To regain control of Sinai and prevent a total regional collapse, Egypt must address the socio-economic marginalisation of Sinai’s Bedouin, who have suffered decades of neglect by Egypt’s government. Egypt must resist the temptation of total war in Sinai, and instead invest billions of dollars towards long-term development in areas of housing, healthcare, water, land rights, and infrastructure. The economic benefits from South Sinai’s tourism industry, which has been largely accrued by Cairenes and foreigners, must also trickle down to Bedouin communities to provide a reliable long-term source of income. To finance such a large development project, Egypt will have to initially rely on foreign donors who have already pledged billions in aid, until the project becomes self-financing – once tourism revenue returns to pre-revolution figures as a result of a secure Sinai.

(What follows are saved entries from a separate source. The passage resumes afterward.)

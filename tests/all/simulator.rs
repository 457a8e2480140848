//! Elaboration checked from outside: the flattened form of a design must simulate like the original. Both are run in an
//! independent simulator (Debian's `iverilog`, IEEE 1364-2005) under one bench with the same random stimulus, and every
//! output bit that both know must be equal, every time it is looked at.
//!
//! The bench knows clocks and resets by their names. It connects ports by order, so that the simulator itself complains
//! when the flattened module has lost or resized one. Inputs change one after the other, never together with a clock:
//! two simulations may order simultaneous changes differently and both be right.

use std::collections::BTreeSet;
use std::fmt::Write;
use std::path::{Path, PathBuf};
use std::process::Command;

use crate::{constructs, outside};

/// A small reproducible generator (xorshift).
pub struct Random(u64);

impl Random {
    pub fn new(seed: u64) -> Self {
        Self(seed.wrapping_mul(0x9e37_79b9_7f4a_7c15) | 1)
    }

    pub fn next(&mut self) -> u64 {
        self.0 ^= self.0 << 13;
        self.0 ^= self.0 >> 7;
        self.0 ^= self.0 << 17;
        self.0
    }

    pub fn below(&mut self, bound: usize) -> usize {
        (self.next() >> 33) as usize % bound
    }
}

/// Compiles and runs one Verilog source; the lines it prints.
#[track_caller]
pub fn display_lines(source: &str) -> Vec<String> {
    let folder = tempfile::tempdir().expect("a temporary folder");
    let input = folder.path().join("t.v");
    std::fs::write(&input, source).expect("written");
    simulate(&[input], &[], folder.path()).expect("simulates")
}

/// Compiles `files` and runs the result in `folder`; the printed lines, or what the simulator had against it. Warnings
/// about ports count.
fn simulate(files: &[PathBuf], options: &[String], folder: &Path) -> Result<Vec<String>, String> {
    let program = folder.join("t.vvp");
    let compiled = Command::new("iverilog")
        .args(["-g2012", "-Wportbind", "-Wimplicit", "-o"])
        .arg(&program)
        .args(options)
        .args(files)
        .output()
        .map_err(|error| format!("iverilog does not run: {error}"))?;
    let complaints = String::from_utf8_lossy(&compiled.stderr);
    let about_ports = complaints.lines().any(|line| line.contains("bench.v") && line.contains("expects"));
    if !compiled.status.success() || about_ports {
        let first: Vec<&str> = complaints.lines().take(12).collect();
        return Err(format!("iverilog complains:\n{}", first.join("\n")));
    }
    let run = Command::new("vvp").arg("-n").arg(&program).output().map_err(|error| format!("vvp: {error}"))?;
    if !run.status.success() {
        return Err(format!("vvp fails: {}", String::from_utf8_lossy(&run.stderr)));
    }
    Ok(String::from_utf8_lossy(&run.stdout).lines().map(str::to_string).collect())
}

/// A port as the flattened module declares it.
#[derive(Clone, Debug)]
struct Port {
    direction: String,
    /// `[7:0]` or nothing.
    range: String,
    name: String,
}

impl Port {
    fn width(&self) -> usize {
        let Some((left, right)) = self.range.trim_matches(['[', ']']).split_once(':') else { return 1 };
        let number = |text: &str| text.parse::<i64>().expect("a number");
        (number(left).abs_diff(number(right)) + 1) as usize
    }

    fn is_clock(&self) -> bool {
        let name = self.name.to_lowercase();
        name.starts_with("clk") || name.ends_with("clk") || name.starts_with("clock")
    }

    /// `Some(active level)` of a reset.
    fn reset(&self) -> Option<u8> {
        let name = self.name.to_lowercase();
        let is_reset = name.contains("rst") || name.contains("reset");
        is_reset.then_some(u8::from(!name.ends_with('n')))
    }
}

fn ports(flat: &str, top: &str) -> Vec<Port> {
    let header = format!("module {top} (");
    let lines = flat.lines().skip_while(|line| !line.starts_with(&header)).skip(1);
    lines
        .map_while(|line| {
            let mut words = line.trim().trim_end_matches(';').split_whitespace();
            let direction = words.next().filter(|word| matches!(*word, "input" | "output" | "inout"))?.to_string();
            let rest: Vec<&str> = words.collect();
            let (range, name) = match rest[..] {
                [name] => (String::new(), name.to_string()),
                [range, name] => (range.to_string(), name.to_string()),
                _ => panic!("an unexpected port: {line}"),
            };
            // An escaped name ends with a blank, wherever it is used.
            let name = if name.starts_with('\\') { name + " " } else { name };
            Some(Port { direction, range, name })
        })
        .collect()
}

Through long-term investment in Sinai’s Bedouin, the Egyptian government could potentially gain the support of a community of around 600,000, who were previously enemies of the state. The creation of a pro-government Bedouin community will likely lead to a rejection of those extremist groups currently operating in Sinai, as communities look to defend their social and economic interests against outside attack.

From this analysis of Egypt’s interest in securing the Sinai peninsula, we can see that it is pivotal for Egypt to counter the rise of extremism that threatens the legitimacy of the government and the long-term stability of the region. Drawing from the work of guerrilla warfare expert David Kilcullen, it is important that extremists should no longer be considered ‘foreign bodies’; rather, they embed themselves into the fabric of communities with weak social, economic, and political conditions. Egypt’s new objective in Sinai therefore, should be to separate the extremists from Sinai’s fabric by reconciling and nurturing relationships with the indigenous Bedouin communities, to prevent the creation of further grievances that extremists can exploit.